> _WHAT THIS TASK INVOLVES_: Transcribe the records word for word, leaving nothing out.

> _RECORD SET_:
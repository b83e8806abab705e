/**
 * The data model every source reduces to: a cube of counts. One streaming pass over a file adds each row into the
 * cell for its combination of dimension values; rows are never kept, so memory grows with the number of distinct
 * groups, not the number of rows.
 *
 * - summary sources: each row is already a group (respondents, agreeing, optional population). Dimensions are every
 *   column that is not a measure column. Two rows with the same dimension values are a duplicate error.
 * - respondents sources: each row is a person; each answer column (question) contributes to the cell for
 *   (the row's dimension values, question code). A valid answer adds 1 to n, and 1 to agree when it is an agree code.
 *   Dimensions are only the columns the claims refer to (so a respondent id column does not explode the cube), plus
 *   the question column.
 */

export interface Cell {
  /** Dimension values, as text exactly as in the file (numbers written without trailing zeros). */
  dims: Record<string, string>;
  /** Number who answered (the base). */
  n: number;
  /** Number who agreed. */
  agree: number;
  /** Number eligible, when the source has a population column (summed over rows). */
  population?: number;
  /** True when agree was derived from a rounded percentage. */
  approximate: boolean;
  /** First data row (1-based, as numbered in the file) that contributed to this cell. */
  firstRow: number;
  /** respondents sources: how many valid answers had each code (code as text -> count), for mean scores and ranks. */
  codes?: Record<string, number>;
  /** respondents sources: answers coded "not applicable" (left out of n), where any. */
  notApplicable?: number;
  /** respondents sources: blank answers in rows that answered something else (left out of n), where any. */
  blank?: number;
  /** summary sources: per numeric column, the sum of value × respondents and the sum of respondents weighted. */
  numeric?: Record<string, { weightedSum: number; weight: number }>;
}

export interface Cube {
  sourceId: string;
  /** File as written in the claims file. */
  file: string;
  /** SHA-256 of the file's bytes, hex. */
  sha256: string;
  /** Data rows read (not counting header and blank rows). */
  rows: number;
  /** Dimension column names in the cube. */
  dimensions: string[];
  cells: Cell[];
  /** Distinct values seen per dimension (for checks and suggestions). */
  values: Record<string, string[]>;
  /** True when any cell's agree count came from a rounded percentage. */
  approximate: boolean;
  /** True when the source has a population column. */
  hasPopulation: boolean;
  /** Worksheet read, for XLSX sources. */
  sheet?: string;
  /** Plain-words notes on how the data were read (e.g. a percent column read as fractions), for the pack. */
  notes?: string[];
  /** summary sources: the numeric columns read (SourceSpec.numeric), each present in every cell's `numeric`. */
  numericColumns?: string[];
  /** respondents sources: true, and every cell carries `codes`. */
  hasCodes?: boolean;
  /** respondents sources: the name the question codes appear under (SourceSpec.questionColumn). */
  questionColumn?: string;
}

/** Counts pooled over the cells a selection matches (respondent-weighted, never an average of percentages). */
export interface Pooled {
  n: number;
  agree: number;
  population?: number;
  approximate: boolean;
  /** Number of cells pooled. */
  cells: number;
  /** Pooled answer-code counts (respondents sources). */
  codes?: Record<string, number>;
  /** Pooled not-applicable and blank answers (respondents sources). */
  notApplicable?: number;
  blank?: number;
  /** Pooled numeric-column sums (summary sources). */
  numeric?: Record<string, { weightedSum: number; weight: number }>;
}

> _FINISHED TASK_:
repository b83e8806abab705e
/**
 * The data model every source reduces to: a cube of counts. One streaming pass over a file adds each row into the
 * cell for its combination of dimension values; rows are never kept, so memory grows with the number of distinct
 * groups, not the number of rows.
 *
 * - summary sources: each row is already a group (respondents, agreeing, optional population). Dimensions are every
 *   column that is not a measure column. Two rows with the same dimension values are a duplicate error.
 * - respondents sources: each row is a person; each answer column (question) contributes to the cell for
 *   (the row's dimension values, question code). A valid answer adds 1 to n, and 1 to agree when it is an agree code.
 *   Dimensions are only the columns the claims refer to (so a respondent id column does not explode the cube), plus
 *   the question column.
 */

export interface Cell {
  /** Dimension values, as text exactly as in the file (numbers written without trailing zeros). */
  dims: Record<string, string>;
  /** Number who answered (the base). */
  n: number;
  /** Number who agreed. */
  agree: number;
  /** Number eligible, when the source has a population column (summed over rows). */
  population?: number;
  /** True when agree was derived from a rounded percentage. */
  approximate: boolean;
  /** First data row (1-based, as numbered in the file) that contributed to this cell. */
  firstRow: number;
  /** respondents sources: how many valid answers had each code (code as text -> count), for mean scores and ranks. */
  codes?: Record<string, number>;
  /** respondents sources: answers coded "not applicable" (left out of n), where any. */
  notApplicable?: number;
  /** respondents sources: blank answers in rows that answered something else (left out of n), where any. */
  blank?: number;
  /** summary sources: per numeric column, the sum of value × respondents and the sum of respondents weighted. */
  numeric?: Record<string, { weightedSum: number; weight: number }>;
}

export interface Cube {
  sourceId: string;
  /** File as written in the claims file. */
  file: string;
  /** SHA-256 of the file's bytes, hex. */
  sha256: string;
  /** Data rows read (not counting header and blank rows). */
  rows: number;
  /** Dimension column names in the cube. */
  dimensions: string[];
  cells: Cell[];
  /** Distinct values seen per dimension (for checks and suggestions). */
  values: Record<string, string[]>;
  /** True when any cell's agree count came from a rounded percentage. */
  approximate: boolean;
  /** True when the source has a population column. */
  hasPopulation: boolean;
  /** Worksheet read, for XLSX sources. */
  sheet?: string;
  /** Plain-words notes on how the data were read (e.g. a percent column read as fractions), for the pack. */
  notes?: string[];
  /** summary sources: the numeric columns read (SourceSpec.numeric), each present in every cell's `numeric`. */
  numericColumns?: string[];
  /** respondents sources: true, and every cell carries `codes`. */
  hasCodes?: boolean;
  /** respondents sources: the name the question codes appear under (SourceSpec.questionColumn). */
  questionColumn?: string;
}

/** Counts pooled over the cells a selection matches (respondent-weighted, never an average of percentages). */
export interface Pooled {
  n: number;
  agree: number;
  population?: number;
  approximate: boolean;
  /** Number of cells pooled. */
  cells: number;
  /** Pooled answer-code counts (respondents sources). */
  codes?: Record<string, number>;
  /** Pooled not-applicable and blank answers (respondents sources). */
  notApplicable?: number;
  blank?: number;
  /** Pooled numeric-column sums (summary sources). */
  numeric?: Record<string, { weightedSum: number; weight: number }>;
}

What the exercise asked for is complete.